(Aim of the task)
Produce an exact copy of the lines from the line containing "zoom(1 / 1.4, frame.w" through the last line of the entries below, and only those lines.

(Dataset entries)
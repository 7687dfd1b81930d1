import { useRouter } from 'expo-router';
import { useEffect, useMemo, useState } from 'react';
import { StyleSheet, View, useWindowDimensions } from 'react-native';
import Svg, { Path, Polygon } from 'react-native-svg';
import { colors, radius, space } from '@/components/theme';
import { Button } from '@/components/ui/button';
import { Text } from '@/components/ui/text';
import { DiagramLegend } from '@/components/connections/diagram-legend';
import { NODE_SIZE, layoutDiagram, type PlacedLink } from '@/components/connections/diagram-layout';
import { DiagramNode } from '@/components/connections/diagram-node';
import { MEDIUM_LINES } from '@/components/connections/connection-vocabulary';
import { fitView, startView, transformFor, usePanZoom } from '@/components/connections/use-pan-zoom';
import type { PlantRoomDiagram } from '@/shared/types/connections';

const ARROW = 9;

function LinkLine({ link }: { link: PlacedLink }) {
  const pts = link.points;
  if (pts.length < 2) return null;
  const look = MEDIUM_LINES[link.medium];
  const d = pts.map((p, i) => `${i ? 'L' : 'M'}${p.x} ${p.y}`).join(' ');
  // An arrowhead at the supplied end shows the drawn direction.
  const [a, b] = [pts[pts.length - 2], pts[pts.length - 1]];
  const len = Math.hypot(b.x - a.x, b.y - a.y) || 1;
  const [ux, uy] = [(b.x - a.x) / len, (b.y - a.y) / len];
  const head = [[b.x, b.y], [b.x - ux * ARROW - uy * ARROW * 0.6, b.y - uy * ARROW + ux * ARROW * 0.6], [b.x - ux * ARROW + uy * ARROW * 0.6, b.y - uy * ARROW - ux * ARROW * 0.6]];
  return (
    <>
      <Path d={d} stroke={look.stroke} strokeWidth={2.5} strokeDasharray={look.dash} fill="none" />
      <Polygon points={head.map((p) => p.join(',')).join(' ')} fill={look.stroke} />
    </>
  );
}

/** The room drawn from its connections: drag to pan, pinch or the buttons to zoom, tap an item to open it. */
export function PlantDiagram({ diagram, focusId }: { diagram: PlantRoomDiagram; focusId?: number }) {
  const router = useRouter();
  const { height: windowHeight } = useWindowDimensions();
  const placed = useMemo(() => layoutDiagram(diagram), [diagram]);
  const [frame, setFrame] = useState({ w: 0, h: Math.max(360, Math.round(windowHeight * 0.62)) });
  const { view, setView, zoom, handlers } = usePanZoom({ x: 0, y: 0, k: 1 });
  const fit = () => setView(fitView(placed.width, placed.height, frame.w, frame.h));
  const focus = placed.items.find((p) => p.item.id === focusId);
  const focusPoint = focus ? { x: focus.x + NODE_SIZE.width / 2, y: focus.y + NODE_SIZE.height / 2 } : undefined;
  useEffect(() => { if (frame.w) setView(startView(placed.width, frame.w, frame.h, focusPoint)); }, [frame.w, placed, focusId]); // eslint-disable-line react-hooks/exhaustive-deps

  if (!diagram.connections.length) {
    return <Text muted>No connections are recorded for this room yet. Add them on each item’s record (“Supplied from”, “Supplies”).</Text>;
  }
  return (
    <View style={{ gap: space.sm }}>
      <View style={styles.controls}>
        <Button title="Zoom in" variant="secondary" onPress={() => zoom(1.4, frame.w / 2, frame.h / 2)} testID="diagram-zoom-in" />
        <Button title="Zoom out" variant="secondary" onPress={() => zoom(1 / 1.4, frame.w / 2, frame.h / 2)} testID="diagram-zoom-out" />
        <Button title="Fit" variant="secondary" onPress={fit} testID="diagram-fit" />
      </View>
      <View
        style={[styles.frame, { height: frame.h }]}
        onLayout={(e) => setFrame((f) => ({ ...f, w: Math.round(e.nativeEvent.layout.width) }))}
        testID="plant-diagram"
        {...handlers}
      >
        <View style={{ position: 'absolute', left: 0, top: 0, width: placed.width, height: placed.height, transform: transformFor(view, placed.width, placed.height) }}>
          <Svg width={placed.width} height={placed.height} style={StyleSheet.absoluteFill}>
            {placed.links.map((l) => <LinkLine key={l.id} link={l} />)}
          </Svg>
          {placed.items.map((p) => <DiagramNode key={p.item.id} placed={p} onOpen={(id) => router.push(`/assets/${id}`)} />)}
        </View>
      </View>
      <Text variant="small" muted>{`Drag to move, pinch or use the buttons to zoom. ${Math.round(view.k * 100)} %.`}</Text>
      <DiagramLegend diagram={diagram} />
    </View>
  );
}

const styles = StyleSheet.create({
  controls: { flexDirection: 'row', gap: space.sm, flexWrap: 'wrap' },
  frame: { overflow: 'hidden', borderWidth: 1, borderColor: colors.line, borderRadius: radius.lg, backgroundColor: colors.paper, touchAction: 'none' } as object,
});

(Problem solution)
        <Button title="Zoom out" variant="secondary" onPress={() => zoom(1 / 1.4, frame.w / 2, frame.h / 2)} testID="diagram-zoom-out" />
        <Button title="Fit" variant="secondary" onPress={fit} testID="diagram-fit" />
      </View>
      <View
        style={[styles.frame, { height: frame.h }]}
        onLayout={(e) => setFrame((f) => ({ ...f, w: Math.round(e.nativeEvent.layout.width) }))}
        testID="plant-diagram"
        {...handlers}
      >
        <View style={{ position: 'absolute', left: 0, top: 0, width: placed.width, height: placed.height, transform: transformFor(view, placed.width, placed.height) }}>
          <Svg width={placed.width} height={placed.height} style={StyleSheet.absoluteFill}>
            {placed.links.map((l) => <LinkLine key={l.id} link={l} />)}
          </Svg>
          {placed.items.map((p) => <DiagramNode key={p.item.id} placed={p} onOpen={(id) => router.push(`/assets/${id}`)} />)}
        </View>
      </View>
      <Text variant="small" muted>{`Drag to move, pinch or use the buttons to zoom. ${Math.round(view.k * 100)} %.`}</Text>
      <DiagramLegend diagram={diagram} />
    </View>
  );
}

const styles = StyleSheet.create({
  controls: { flexDirection: 'row', gap: space.sm, flexWrap: 'wrap' },
  frame: { overflow: 'hidden', borderWidth: 1, borderColor: colors.line, borderRadius: radius.lg, backgroundColor: colors.paper, touchAction: 'none' } as object,
});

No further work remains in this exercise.